December 12, 1997 | Lutz Prechelt (prechelt@ira.uka.de)
The paper by Lutz Prechelt explores the use of cross-validation to detect overfitting during the training of neural networks and to implement early stopping. Overfitting occurs when a model performs well on the training data but poorly on unseen data, and early stopping can help mitigate this issue. However, the choice of the stopping criterion is often made ad-hoc or interactively, leading to inconsistent results. To address this, Prechelt evaluates 14 different automatic stopping criteria from three classes: generalization loss (GL), progress quotient (PQ), and upcrossing (UP) criteria. These criteria are tested on 12 classification and approximation tasks using multi-layer perceptrons with RPROP training.
The study aims to provide quantitative data to guide the selection of an appropriate stopping criterion. The results show that slower criteria generally lead to better generalization (on average, about 4% improvement), but they also require significantly longer training times (about four times longer). The paper discusses the trade-offs between training time and generalization error, suggesting that the best criteria depend on the specific goals: using GL criteria maximizes the probability of finding a good solution, while PQ and UP criteria minimize the average quality of solutions.

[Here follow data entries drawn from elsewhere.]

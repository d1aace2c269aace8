CREATE TABLE `away_reminder` (
	`plan_id` bigint unsigned NOT NULL,
	`sitter_id` varchar(255) NOT NULL,
	`day` date NOT NULL,
	`created_at` datetime(3) NOT NULL DEFAULT CURRENT_TIMESTAMP(3),
	CONSTRAINT `away_reminder_plan_id_sitter_id_day_pk` PRIMARY KEY(`plan_id`,`sitter_id`,`day`)
);
--> statement-breakpoint
ALTER TABLE `away_plan` ADD `visit_mail` enum('each','daily') DEFAULT 'each' NOT NULL;--> statement-breakpoint
ALTER TABLE `away_plan` ADD `digest_sent_on` date;--> statement-breakpoint
ALTER TABLE `away_visit` ADD `keeper_mailed_at` datetime(3);--> statement-breakpoint
ALTER TABLE `away_reminder` ADD CONSTRAINT `away_reminder_plan_id_away_plan_id_fk` FOREIGN KEY (`plan_id`) REFERENCES `away_plan`(`id`) ON DELETE cascade ON UPDATE no action;--> statement-breakpoint
ALTER TABLE `away_reminder` ADD CONSTRAINT `away_reminder_sitter_id_user_id_fk` FOREIGN KEY (`sitter_id`) REFERENCES `user`(`id`) ON DELETE cascade ON UPDATE no action;--> statement-breakpoint
UPDATE `away_visit` SET `keeper_mailed_at` = `created_at` WHERE `keeper_mailed_at` IS NULL;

The study concludes by recommending the use of fast stopping criteria unless small improvements in network performance are worth significant increases in training time. For maximizing the probability of finding a good solution, GL criteria are suggested, and for minimizing the average quality of solutions, PQ or UP criteria are recommended based on the extent of overfitting. Future work should aim to validate these findings across different training algorithms, error functions, and problem domains.The paper by Lutz Prechelt explores the use of cross-validation to detect overfitting during the training of neural networks and to implement early stopping. Overfitting occurs when a model performs well on the training data but poorly on unseen data, and early stopping can help mitigate this issue. However, the choice of the stopping criterion is often made ad-hoc or interactively, leading to inconsistent results. To address this, Prechelt evaluates 14 different automatic stopping criteria from three classes: generalization loss (GL), progress quotient (PQ), and upcrossing (UP) criteria. These criteria are tested on 12 classification and approximation tasks using multi-layer perceptrons with RPROP training.
The study aims to provide quantitative data to guide the selection of an appropriate stopping criterion. The results show that slower criteria generally lead to better generalization (on average, about 4% improvement), but they also require significantly longer training times (about four times longer). The paper discusses the trade-offs between training time and generalization error, suggesting that the best criteria depend on the specific goals: using GL criteria maximizes the probability of finding a good solution, while PQ and UP criteria minimize the average quality of solutions.
The study concludes by recommending the use of fast stopping criteria unless small improvements in network performance are worth significant increases in training time. For maximizing the probability of finding a good solution, GL criteria are suggested, and for minimizing the average quality of solutions, PQ or UP criteria are recommended based on the extent of overfitting. Future work should aim to validate these findings across different training algorithms, error functions, and problem domains.